Other students manage to leave a personal stamp on their work by pushing the envelope technically. Piero Taico explores the classic visual art trope of reflection, capturing five people gazing at themselves in the mirror and the windows on the doors of the El. Frederick M. Santa Ana’s four works represent an inquiry into the meaning of light in photographs, depicting ambient light in abandoned urban locales like overgrown rail tracks and rusting water towers.
There are also more whimsical collections on exhibition, including Kristina Smith’s three photographs of a group of almost identical-looking children in classrooms and playgrounds that deftly evoke the hands-full feeling that anyone who has tried to look after little kids will be familiar with. Ashley Rae Mathias’ four photographs combine photographs and embroidery, adding delicately sewn embellishments onto simple pictures of everyday items, like a dress hanging on a window frame.

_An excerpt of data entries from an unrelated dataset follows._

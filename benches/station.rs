//! The station with eight fixtures against one, in one run: each fixture
//! a simulated bench served by `buscue serve` on its own pseudo-terminal
//! (so the serial driver and the link are in the loop), all running the
//! demo end-of-line script (`scripts/station_line.lua`) with a soak step
//! of register reads appended, so the bus work outweighs start-up.
//!
//!   cargo bench --bench station              # 400 soak reads per fixture
//!   BUSCUE_BENCH_N=2000 cargo bench --bench station
//!
//! Reports the wall time of `buscue station` with 1 and with 8 fixtures,
//! their ratio (goal: under 1.5), and the station process's CPU time per
//! fixture (user + system, from wait4's rusage). Every fixture must pass
//! and its report must count every transaction, so a fast wrong run
//! cannot pass.
//!
//! Two links in the same run: the bare pseudo-terminal (answers as fast
//! as the two processes can turn them round, so the host's CPU is all
//! there is to wait for), and the same paced like a 115200-baud UART
//! (`serve --baud 115200`), as a fixture's USB-serial adapter would be.

use std::path::Path;
use std::process::{Child, Command, Stdio};
use std::time::{Duration, Instant};

fn serve(baud: Option<u32>) -> (Child, String) {
    use std::io::{BufRead, BufReader};
    let mut child = Command::new(env!("CARGO_BIN_EXE_buscue"))
        .args(["serve", "--bench", "sim"])
        .args(baud.map(|b| vec!["--baud".to_string(), b.to_string()]).unwrap_or_default())
        .stdout(Stdio::piped())
        .stderr(Stdio::null())
        .spawn()
        .expect("buscue serve starts");
    let mut line = String::new();
    BufReader::new(child.stdout.take().unwrap()).read_line(&mut line).expect("the device path");
    (child, line.trim().to_string())
}

/// Runs the station over `n` served fixtures: wall time and CPU time.
fn station(n: usize, script: &Path, dir: &Path, reads: usize, baud: Option<u32>) -> (Duration, Duration) {
    let served: Vec<_> = (0..n).map(|_| serve(baud)).collect();
    let out = dir.join(format!("out-{n}-{}", baud.unwrap_or(0)));
    let mut cmd = Command::new(env!("CARGO_BIN_EXE_buscue"));
    cmd.current_dir(env!("CARGO_MANIFEST_DIR")).arg("station").arg(script).arg("--out").arg(&out);
    for (i, (_, path)) in served.iter().enumerate() {
        cmd.arg("--fixture").arg(format!("f{i}=serial:{path}"));
    }
    cmd.stdout(Stdio::null()).stderr(Stdio::null());
    let started = Instant::now();
    let child = cmd.spawn().expect("buscue station starts");
    let (status, cpu) = wait_with_cpu(child);
    let wall = started.elapsed();
    for (mut c, _) in served {
        let _ = c.kill();
        let _ = c.wait();
    }
    assert_eq!(status, 0, "every fixture passes");
    let report: serde_json::Value =
        serde_json::from_str(&std::fs::read_to_string(out.join("report.json")).unwrap()).unwrap();
    let fixtures = report["fixtures"].as_array().unwrap();
    assert_eq!(fixtures.len(), n);
    for f in fixtures {
        assert_eq!(f["passed"], true);
        assert_eq!(f["stats"]["transactions"].as_u64(), Some(7 + reads as u64), "every transaction counted");
    }
    (wall, cpu)
}

/// Waits for `child`; its exit code and the CPU time it used (wait4(2)).
fn wait_with_cpu(child: Child) -> (i32, Duration) {
    let mut status = 0;
    // SAFETY: a zeroed rusage is a valid out-parameter; the pid is our child's.
    let mut usage: libc::rusage = unsafe { std::mem::zeroed() };
    let r = unsafe { libc::wait4(child.id() as i32, &mut status, 0, &mut usage) };
    assert_eq!(r, child.id() as i32, "wait4");
    let tv = |t: libc::timeval| Duration::from_secs(t.tv_sec as u64) + Duration::from_micros(t.tv_usec as u64);
    (libc::WEXITSTATUS(status), tv(usage.ru_utime) + tv(usage.ru_stime))
}

fn main() {
    if !std::env::args().any(|a| a == "--bench") {
        return;
    }
    let reads: usize = std::env::var("BUSCUE_BENCH_N").ok().and_then(|v| v.parse().ok()).unwrap_or(400);
    let dir = tempfile::tempdir().unwrap();
    let demo = std::fs::read_to_string(Path::new(env!("CARGO_MANIFEST_DIR")).join("scripts/station_line.lua")).unwrap();
    let script = dir.path().join("soak.lua");
    std::fs::write(
        &script,
        format!("{demo}\nstep(\"soak\", function()\n  for _ = 1, {reads} do light:get(0x02) end\nend)\n"),
    )
    .unwrap();
    for (link, baud) in [("pseudo-terminals", None), ("pseudo-terminals paced at 115200 baud", Some(115_200))] {
        let (one, one_cpu) = station(1, &script, dir.path(), reads, baud);
        let (eight, eight_cpu) = station(8, &script, dir.path(), reads, baud);
        println!("station, {} transactions per fixture over {link} (native protocol):", 7 + reads);
        println!("  1 fixture : wall {:8.1} ms, CPU {:7.1} ms", one.as_secs_f64() * 1e3, one_cpu.as_secs_f64() * 1e3);
        println!(
            "  8 fixtures: wall {:8.1} ms, CPU {:7.1} ms ({:.1} ms per fixture)",
            eight.as_secs_f64() * 1e3,
            eight_cpu.as_secs_f64() * 1e3,
            eight_cpu.as_secs_f64() * 1e3 / 8.0
        );
        println!("  8 / 1 wall time: {:.2} (goal: under 1.5)", eight.as_secs_f64() / one.as_secs_f64());
    }
}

The sheer number of photographs on display means that for each viewer, there will surely be some works that strike multiple chords and others that seem totally impenetrable. Space constraints also mean that captions and titles, which would contribute some way in helping the photographers convey their ideas more clearly, are done away with, leaving the walls of photographic works pretty much open to free interpretation. Although there is virtually no way of finding a thematic or conceptual thread that runs through all the works in the exhibition, there is one clear, common factor: Each collection manifests the photographer’s individuality. This Manifest exhibition is a supportive testimonial to the quality of this batch of graduates.